Comme d’habitude, attérissage secoué dans « l’affaire Airbus » – Selon nos informations des négociations Atos-Airbus sont en cours avec Atos mais pas du tout au stade d’un accord [Rumeurs-blog]

 

Je rappelle que cette rubrique rumeur est à prendre avec un caractère ludique.

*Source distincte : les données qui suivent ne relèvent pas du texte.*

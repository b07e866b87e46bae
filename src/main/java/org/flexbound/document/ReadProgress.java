package org.flexbound.document;

/** Is told how far the reading of a long file has come. */
@FunctionalInterface
public interface ReadProgress {
  /** Tells nobody. */
  ReadProgress NONE = (file, share) -> {};

  /**
   * Some more was read; called every few thousand rows.
   *
   * @param file the file's name as the user gave it
   * @param share how much of the sheet or text file has been read, 0 to 1
   */
  void read(String file, double share);
}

Tout comme Nicolas David de ODDO qui précise dans sa note du jour que l’épouvantail Airbus revient tous les 3 mois, nos informations font état de négociations préliminaires avec Airbus certes très réelles, mais pas à un stade avancé et encore moins des accords signés, ni des négociations exclusives entamées. D’où le fait que nous ayons repris notre photo de l’Hudson Bay, lorsque nous sentions, un mois avant la fin des négo en mars dernier, que tout n’était pas si rose.

« Le broker ODDO appelle d’ailleurs à la prudence quant à la rumeur Airbus: malgré les récents changements au sein du board et l’entrée de onepoint au capital, ‘il est resté clair que le scénario largement privilégié [est] celui d’une cession de TFCo et d’une augmentation de capital permettant de préserver largement l’intégrité du périmètre du groupe’. »

Ici l’objet de l’article n’est pas de parler de la fin des négos, comme en mars mais de rappeler qu’on est juste sur des négos… et les deux séances d’hier et aujourd’hui viennent le rappeler. Rien de signé, même pas de négos exclusives.

Airbus ne serait pas du tout emballé par le package proposé, à savoir prendre Big Data pour avoir la Cyber.

Je rappelle que BDS ne veut pas dire supercalculateur mais Big Data (B et D) + Cyber Sécurité (S pour security).

Enfin Big Data est divisée entre les HPC, les logiciels pour HPC, le Edge Computing et quelques applications pour l’AI. La seule chose qui a de la valeur sont les logiciels, mais c’est là qu’il y a la partie souveraine.

La Cyber, elle est divisée entre une cyber à faible valeur ajoutée, Managed Secured Services, mettre des parefeu Cisco derrière les serveurs et en assurer la maintenance quotidienne, et la Cyber ultra-technique encryptage décryptage pour laquelle Atos a un savoir-faire hérité de Bull, mais sur un petit périmètre de 300M€

Or pour récupérer ce petit périmètre, Atos propose le package BDS avec Big Data dont la MOP est entre 1 et 2% et donc, une fois les frais financiers et frais exceptionnels passés, en perte.

De plus, à cause du côté très allemand de la partie Airbus Space, la DGA voudrait que la partie HPC fasse l’objet d’une co-entreprise où seuls les équipes françaises d’Airbus aient accès. Compliqué pour un truc qui ne rapporte pas pour l’instant…  Donc il faudrait en plus rescinder BDS pour le « désouverainiser ».

Estimations :

Cyber high tech : 2.5x le CA : 750M€.  Managed secured services : 400 à 450M€. Big Data 150M€ le tout.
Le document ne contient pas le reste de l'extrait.